Combining data sets

Recently at work we ran into a situation where my coworker had extracted the names of all of the current members from a spreadsheet, and asigned access codes to them. Afterwards, we realized that we also needed the email addresses, so we had to make sure each person had both the right code and the right email address.

They sent me a copy of the full member list and the one with the codes, I extracted what I thought was all the current members from the full one. However, I ended up with 2 more names than the code list had. Clearly, there was a mis-match somewhere.

So I took the sheet with the code list, which had the names in column A and the codes in column B, and added my list of names and email addresses in columns F and G. Then I named the columns NAME1, CODES, NAME2, and EMAIL. After that I went to column D and entered the following formula:

=IF(NAME1=NAME2, “”, “check”)

In other words, if the name in the codes set is the same as the name in the email set for that row, the IF() statement returned a blank.
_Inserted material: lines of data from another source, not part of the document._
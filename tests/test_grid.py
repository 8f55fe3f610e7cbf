"""`ratomega grid` and `ratomega.grid`: values at points against outside values, poles, sums, output, bad input."""

from __future__ import annotations

import contextlib
import csv
import io
import json
import math
from fractions import Fraction

import mpmath
import plain
import pytest
import sympy
from building import plain_number, plain_theory

import ratomega
from ratomega.case.setting import own_setting
from ratomega.cli.main import main
from ratomega.errors import InputError
from ratomega.exact.quadratic import Quadratic

B1 = {"eps1": 1, "eps2": 1}
PURE = {"charge": 2, "symbols": ["a"], "background": B1, "node": [{"coulomb": ["a", "-a"]}]}


def run(*words):
    out, err = io.StringIO(), io.StringIO()
    with contextlib.redirect_stdout(out), contextlib.redirect_stderr(err), pytest.raises(SystemExit) as stopped:
        main(["grid", *words])
    return stopped.value.code, out.getvalue(), err.getvalue()


def cells(text):
    return list(csv.DictReader(io.StringIO(text)))


def u2(*masses, charge=3, eps2=1, symbols=("a",), **more):
    node = {"coulomb": ["a", "-a"], "antifundamental": list(masses), **more}
    return {"charge": charge, "symbols": list(symbols), "background": {"eps1": 1, "eps2": eps2}, "node": [node]}


# ---- values ----

CASES = {
    "four flavours, b = 1": (u2("1/2", "1/3", "5/7", charge=2, fundamental=["2/5"]), {"a": "1/5, i/7, -3/4"}),
    "two flavours, ratio -3/2": (u2("1/2", "1/3", eps2="-3/2"), {"a": "1/5, 3/7 + i/7, sqrt(2)/3"}),
    "adjoint, ratio 2": (u2(eps2=2, adjoint=["1/3"], charge=2), {"a": "1/5, i/7"}),
    "a mass as well": (u2("m", "m + 1/3", symbols=("a", "m"), charge=2), {"a": "1/5, i/7", "m": "1/2, 3/11"}),
    "three colours": (
        {"charge": 2, "symbols": ["a"], "background": B1, "node": [{"coulomb": ["a", "1/3", "-a"]}]},
        {"a": "1/5, 3/7*i"},
    ),
    "two nodes": (
        {
            "charge": 2,
            "symbols": ["a", "b"],
            "background": B1,
            "node": [
                {"name": "left", "coulomb": ["a", "-a"], "antifundamental": ["1/7"]},
                {"name": "right", "coulomb": ["b"]},
            ],
            "edge": [{"from": "left", "to": "right", "mass": "2/9"}],
        },
        {"a": "1/5, 2/5", "b": "1/3, 1/11"},
    ),
}


@pytest.mark.parametrize("name", CASES)
def test_values_against_the_plain_reference(name):
    """Whatever the way: by functions, and limits at the points where those are few."""
    mapping, at = CASES[name]
    case = ratomega.load_case(mapping)
    few = {symbol: texts.split(",")[:1] for symbol, texts in at.items()}
    many = {symbol: [*texts.split(","), *(f"{n}/{101 + n}" for n in range(1, 60))] for symbol, texts in at.items()}
    if len(at) > 1:
        many = {symbol: values[:12] for symbol, values in many.items()}
    functions, points = ratomega.grid(mapping, many), ratomega.grid(mapping, few)
    assert (functions.way, points.way) == ("functions", "points")
    found = {(row.point, row.charge): row.value for row in functions}
    assert all(found[row.point, row.charge] == row.value for row in points)
    for row in ratomega.grid(mapping, at):
        theory = plain_theory(own_setting(case.at(**dict(zip(case.symbols, row.point, strict=True)))))
        expected = plain.laurent_coefficient(theory, row.charge).get(0, 0)
        assert plain_number(row.value) == expected
        assert plain_number(found[row.point, row.charge]) == expected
However, if they weren’t the same the word “check” appeared.

Since both columns of names had been sorted alphabetically, this was essentially the same as just putting the two lists side by side and visually inspecting them to make sure they matched. However, because the IF() statement did the checking for me, all I had to do was scroll down the list until I saw a “check” in column C. In fact, since every name after the inserted name would be off by one row, all the following rows would be marked “check”. This made it really easy to spot where the problem was… I could either scroll down or, if that seemed too tedious, I could find cells with the value of “check”. This is one instance where it really mattered whether I was searching the formulas or the results, since every formula had “check” in it, but only the important results had it.

Once I’d located the first problem I could look at it and decide how to handle it. Since there were only two problems, this didn’t take long. In each case I just selected all of the cells in NAMES2 and EMAILS that were below the unwanted name, plus another blank pair of cells at the bottom, then copied it, went up one row to the problematic name, and pasted it.

This approach has a number of potential ways it could get messed up. Here are some of the most likely problems, what caused them, and how to fix them.

Problem: Last name and email appear twice.
Cause: You didn’t select the blank cells below the last entry.
Solution: Delete the 2nd entry.

Problem: Error message appears in the IF() column.
Cause: You used cut & paste, instead of copy & paste. (This is more likely to happen if you use relative references, e.g. a1=f1, instead of named columns.)
Solution: Copy a cell higher in the IF() column that isn’t showing an error, and paste it in the cell(s) with the error message.

Problem: There’s one more email address than there are names.
Cause: You only selected the name column when you were copying & pasting.
Solution: If it’s obvious where the extra email address is, you can remove it the same way you removed the name. If not, you’ll have to use ctrl-z or some other Undo, and do the whole copy/paste process again.

If you’re not comfortable using copy & paste in this way, here’s an alternate method: Simply change the unwanted name to “zzzz” or some such, and then re-sort the data. Unless you have some exceedingly unusual names the “zzzz” will sort to the bottom of the list, and you can just delete it. If you prefer this method it’s very important that you have a blank column between this data set and everything else — otherwise, you’ll be sorting everything at once, and they’ll never match up.

Once the numbers of names matched, everything should have been fine (and, in fact, was). However, to confirm this I used countif() to count the number of times “check” appeared in column D. Even if the numbers had matched from the beginning I would have done this, since a quick double-check never hurts and is generally good practice. I could have just manually scrolled down and visually looked for cells with “check”, but scrolling through 800+ rows can get tedious very quickly and there’s always the chance that I’d accidentally miss one. So I used countif() instead, and when the result was zero I knew for certain that everything was right.

After that it was just a matter of deleting all the unnecessary columns: the 1st blank column, the formulas, the 2nd blank column, and the 2nd column of names (i.e. C through F). This put the email addresses right up next to the codes and names, with no extraneous information to confuse matters.